--- Supplied data Enclosed Below ---

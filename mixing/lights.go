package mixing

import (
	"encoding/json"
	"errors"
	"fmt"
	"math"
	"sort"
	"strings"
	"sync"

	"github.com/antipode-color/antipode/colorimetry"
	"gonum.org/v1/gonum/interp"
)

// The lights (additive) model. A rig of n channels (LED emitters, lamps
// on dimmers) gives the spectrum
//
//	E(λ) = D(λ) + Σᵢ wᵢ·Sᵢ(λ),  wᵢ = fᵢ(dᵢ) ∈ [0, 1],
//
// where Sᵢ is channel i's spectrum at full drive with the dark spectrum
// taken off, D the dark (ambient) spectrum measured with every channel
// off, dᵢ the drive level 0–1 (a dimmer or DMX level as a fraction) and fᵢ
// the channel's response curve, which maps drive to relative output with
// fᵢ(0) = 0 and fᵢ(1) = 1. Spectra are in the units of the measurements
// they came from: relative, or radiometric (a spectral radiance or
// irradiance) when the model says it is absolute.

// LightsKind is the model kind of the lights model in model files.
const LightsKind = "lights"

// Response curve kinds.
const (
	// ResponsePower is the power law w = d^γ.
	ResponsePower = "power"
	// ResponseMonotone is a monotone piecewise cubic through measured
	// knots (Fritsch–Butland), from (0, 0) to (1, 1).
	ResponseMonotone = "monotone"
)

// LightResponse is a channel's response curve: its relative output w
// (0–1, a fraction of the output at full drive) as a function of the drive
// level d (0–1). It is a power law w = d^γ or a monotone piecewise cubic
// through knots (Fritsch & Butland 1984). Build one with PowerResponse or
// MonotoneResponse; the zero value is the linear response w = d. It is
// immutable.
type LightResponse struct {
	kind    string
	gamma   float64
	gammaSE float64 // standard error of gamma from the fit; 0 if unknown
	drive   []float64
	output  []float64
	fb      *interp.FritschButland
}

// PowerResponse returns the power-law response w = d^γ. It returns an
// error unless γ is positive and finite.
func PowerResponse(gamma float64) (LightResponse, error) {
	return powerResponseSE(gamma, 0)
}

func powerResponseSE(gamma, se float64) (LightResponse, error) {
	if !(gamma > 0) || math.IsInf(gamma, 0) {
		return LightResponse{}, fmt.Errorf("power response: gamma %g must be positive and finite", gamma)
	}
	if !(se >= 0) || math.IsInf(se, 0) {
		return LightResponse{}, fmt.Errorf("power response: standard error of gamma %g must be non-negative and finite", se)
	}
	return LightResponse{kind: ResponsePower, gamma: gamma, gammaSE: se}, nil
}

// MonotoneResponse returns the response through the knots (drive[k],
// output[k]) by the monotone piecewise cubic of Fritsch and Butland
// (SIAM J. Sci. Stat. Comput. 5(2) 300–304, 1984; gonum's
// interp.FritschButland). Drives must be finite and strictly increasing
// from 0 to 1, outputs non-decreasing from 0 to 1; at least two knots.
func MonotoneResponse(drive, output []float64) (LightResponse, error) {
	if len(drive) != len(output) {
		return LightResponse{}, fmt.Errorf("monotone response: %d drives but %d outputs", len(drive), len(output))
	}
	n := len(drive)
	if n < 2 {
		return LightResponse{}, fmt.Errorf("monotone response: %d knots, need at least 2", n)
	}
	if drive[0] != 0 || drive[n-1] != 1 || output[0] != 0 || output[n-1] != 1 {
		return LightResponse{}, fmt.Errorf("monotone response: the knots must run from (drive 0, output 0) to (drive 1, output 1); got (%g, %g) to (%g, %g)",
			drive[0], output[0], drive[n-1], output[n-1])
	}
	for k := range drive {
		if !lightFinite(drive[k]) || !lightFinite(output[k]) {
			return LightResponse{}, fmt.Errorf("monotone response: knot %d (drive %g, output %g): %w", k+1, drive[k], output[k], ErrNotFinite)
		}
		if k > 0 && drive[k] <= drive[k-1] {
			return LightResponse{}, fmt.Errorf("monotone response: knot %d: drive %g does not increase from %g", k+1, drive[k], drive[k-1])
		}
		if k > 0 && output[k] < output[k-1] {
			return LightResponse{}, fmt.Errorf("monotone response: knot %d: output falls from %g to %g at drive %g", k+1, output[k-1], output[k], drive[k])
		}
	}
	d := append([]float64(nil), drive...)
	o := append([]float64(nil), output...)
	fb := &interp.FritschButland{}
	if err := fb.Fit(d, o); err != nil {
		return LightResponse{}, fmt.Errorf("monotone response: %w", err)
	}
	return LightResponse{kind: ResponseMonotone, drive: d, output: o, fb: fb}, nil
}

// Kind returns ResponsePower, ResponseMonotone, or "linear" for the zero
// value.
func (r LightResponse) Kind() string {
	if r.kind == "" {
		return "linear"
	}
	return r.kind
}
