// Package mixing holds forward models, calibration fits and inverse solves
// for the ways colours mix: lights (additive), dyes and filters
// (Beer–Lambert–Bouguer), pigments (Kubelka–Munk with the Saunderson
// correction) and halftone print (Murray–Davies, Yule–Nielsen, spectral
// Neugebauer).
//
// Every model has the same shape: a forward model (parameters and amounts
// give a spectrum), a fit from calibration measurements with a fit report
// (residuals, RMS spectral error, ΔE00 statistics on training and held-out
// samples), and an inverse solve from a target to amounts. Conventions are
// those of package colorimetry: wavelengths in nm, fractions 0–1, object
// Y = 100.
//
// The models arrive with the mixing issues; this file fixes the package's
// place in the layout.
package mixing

--- End of Enclosed Supplied data ---

▸ **Prompt**:
Reproduce every record above, word for word.

▸ **Written response**:
filename mixing/lights.go
package mixing

import (
	"encoding/json"
	"errors"
	"fmt"
	"math"
	"sort"
	"strings"
	"sync"

	"github.com/antipode-color/antipode/colorimetry"
	"gonum.org/v1/gonum/interp"
)

// The lights (additive) model. A rig of n channels (LED emitters, lamps
// on dimmers) gives the spectrum
//
//	E(λ) = D(λ) + Σᵢ wᵢ·Sᵢ(λ),  wᵢ = fᵢ(dᵢ) ∈ [0, 1],
//
// where Sᵢ is channel i's spectrum at full drive with the dark spectrum
// taken off, D the dark (ambient) spectrum measured with every channel
// off, dᵢ the drive level 0–1 (a dimmer or DMX level as a fraction) and fᵢ
// the channel's response curve, which maps drive to relative output with
// fᵢ(0) = 0 and fᵢ(1) = 1. Spectra are in the units of the measurements
// they came from: relative, or radiometric (a spectral radiance or
// irradiance) when the model says it is absolute.

// LightsKind is the model kind of the lights model in model files.
const LightsKind = "lights"

// Response curve kinds.
const (
	// ResponsePower is the power law w = d^γ.
	ResponsePower = "power"
	// ResponseMonotone is a monotone piecewise cubic through measured
	// knots (Fritsch–Butland), from (0, 0) to (1, 1).
	ResponseMonotone = "monotone"
)

// LightResponse is a channel's response curve: its relative output w
// (0–1, a fraction of the output at full drive) as a function of the drive
// level d (0–1). It is a power law w = d^γ or a monotone piecewise cubic
// through knots (Fritsch & Butland 1984). Build one with PowerResponse or
// MonotoneResponse; the zero value is the linear response w = d. It is
// immutable.
type LightResponse struct {
	kind    string
	gamma   float64
	gammaSE float64 // standard error of gamma from the fit; 0 if unknown
	drive   []float64
	output  []float64
	fb      *interp.FritschButland
}

// PowerResponse returns the power-law response w = d^γ. It returns an
// error unless γ is positive and finite.
func PowerResponse(gamma float64) (LightResponse, error) {
	return powerResponseSE(gamma, 0)
}

func powerResponseSE(gamma, se float64) (LightResponse, error) {
	if !(gamma > 0) || math.IsInf(gamma, 0) {
		return LightResponse{}, fmt.Errorf("power response: gamma %g must be positive and finite", gamma)
	}
	if !(se >= 0) || math.IsInf(se, 0) {
		return LightResponse{}, fmt.Errorf("power response: standard error of gamma %g must be non-negative and finite", se)
	}
	return LightResponse{kind: ResponsePower, gamma: gamma, gammaSE: se}, nil
}

// MonotoneResponse returns the response through the knots (drive[k],
// output[k]) by the monotone piecewise cubic of Fritsch and Butland
// (SIAM J. Sci. Stat. Comput. 5(2) 300–304, 1984; gonum's
// interp.FritschButland). Drives must be finite and strictly increasing
// from 0 to 1, outputs non-decreasing from 0 to 1; at least two knots.
func MonotoneResponse(drive, output []float64) (LightResponse, error) {
	if len(drive) != len(output) {
		return LightResponse{}, fmt.Errorf("monotone response: %d drives but %d outputs", len(drive), len(output))
	}
	n := len(drive)
	if n < 2 {
		return LightResponse{}, fmt.Errorf("monotone response: %d knots, need at least 2", n)
	}
	if drive[0] != 0 || drive[n-1] != 1 || output[0] != 0 || output[n-1] != 1 {
		return LightResponse{}, fmt.Errorf("monotone response: the knots must run from (drive 0, output 0) to (drive 1, output 1); got (%g, %g) to (%g, %g)",
			drive[0], output[0], drive[n-1], output[n-1])
	}
	for k := range drive {
		if !lightFinite(drive[k]) || !lightFinite(output[k]) {
			return LightResponse{}, fmt.Errorf("monotone response: knot %d (drive %g, output %g): %w", k+1, drive[k], output[k], ErrNotFinite)
		}
		if k > 0 && drive[k] <= drive[k-1] {
			return LightResponse{}, fmt.Errorf("monotone response: knot %d: drive %g does not increase from %g", k+1, drive[k], drive[k-1])
		}
		if k > 0 && output[k] < output[k-1] {
			return LightResponse{}, fmt.Errorf("monotone response: knot %d: output falls from %g to %g at drive %g", k+1, output[k-1], output[k], drive[k])
		}
	}
	d := append([]float64(nil), drive...)
	o := append([]float64(nil), output...)
	fb := &interp.FritschButland{}
	if err := fb.Fit(d, o); err != nil {
		return LightResponse{}, fmt.Errorf("monotone response: %w", err)
	}
	return LightResponse{kind: ResponseMonotone, drive: d, output: o, fb: fb}, nil
}

// Kind returns ResponsePower, ResponseMonotone, or "linear" for the zero
// value.
func (r LightResponse) Kind() string {
	if r.kind == "" {
		return "linear"
	}
	return r.kind
}
// Package mixing holds forward models, calibration fits and inverse solves
// for the ways colours mix: lights (additive), dyes and filters
// (Beer–Lambert–Bouguer), pigments (Kubelka–Munk with the Saunderson
// correction) and halftone print (Murray–Davies, Yule–Nielsen, spectral
// Neugebauer).
//
// Every model has the same shape: a forward model (parameters and amounts
// give a spectrum), a fit from calibration measurements with a fit report
// (residuals, RMS spectral error, ΔE00 statistics on training and held-out
// samples), and an inverse solve from a target to amounts. Conventions are
// those of package colorimetry: wavelengths in nm, fractions 0–1, object
// Y = 100.
//
// The models arrive with the mixing issues; this file fixes the package's
// place in the layout.
package mixing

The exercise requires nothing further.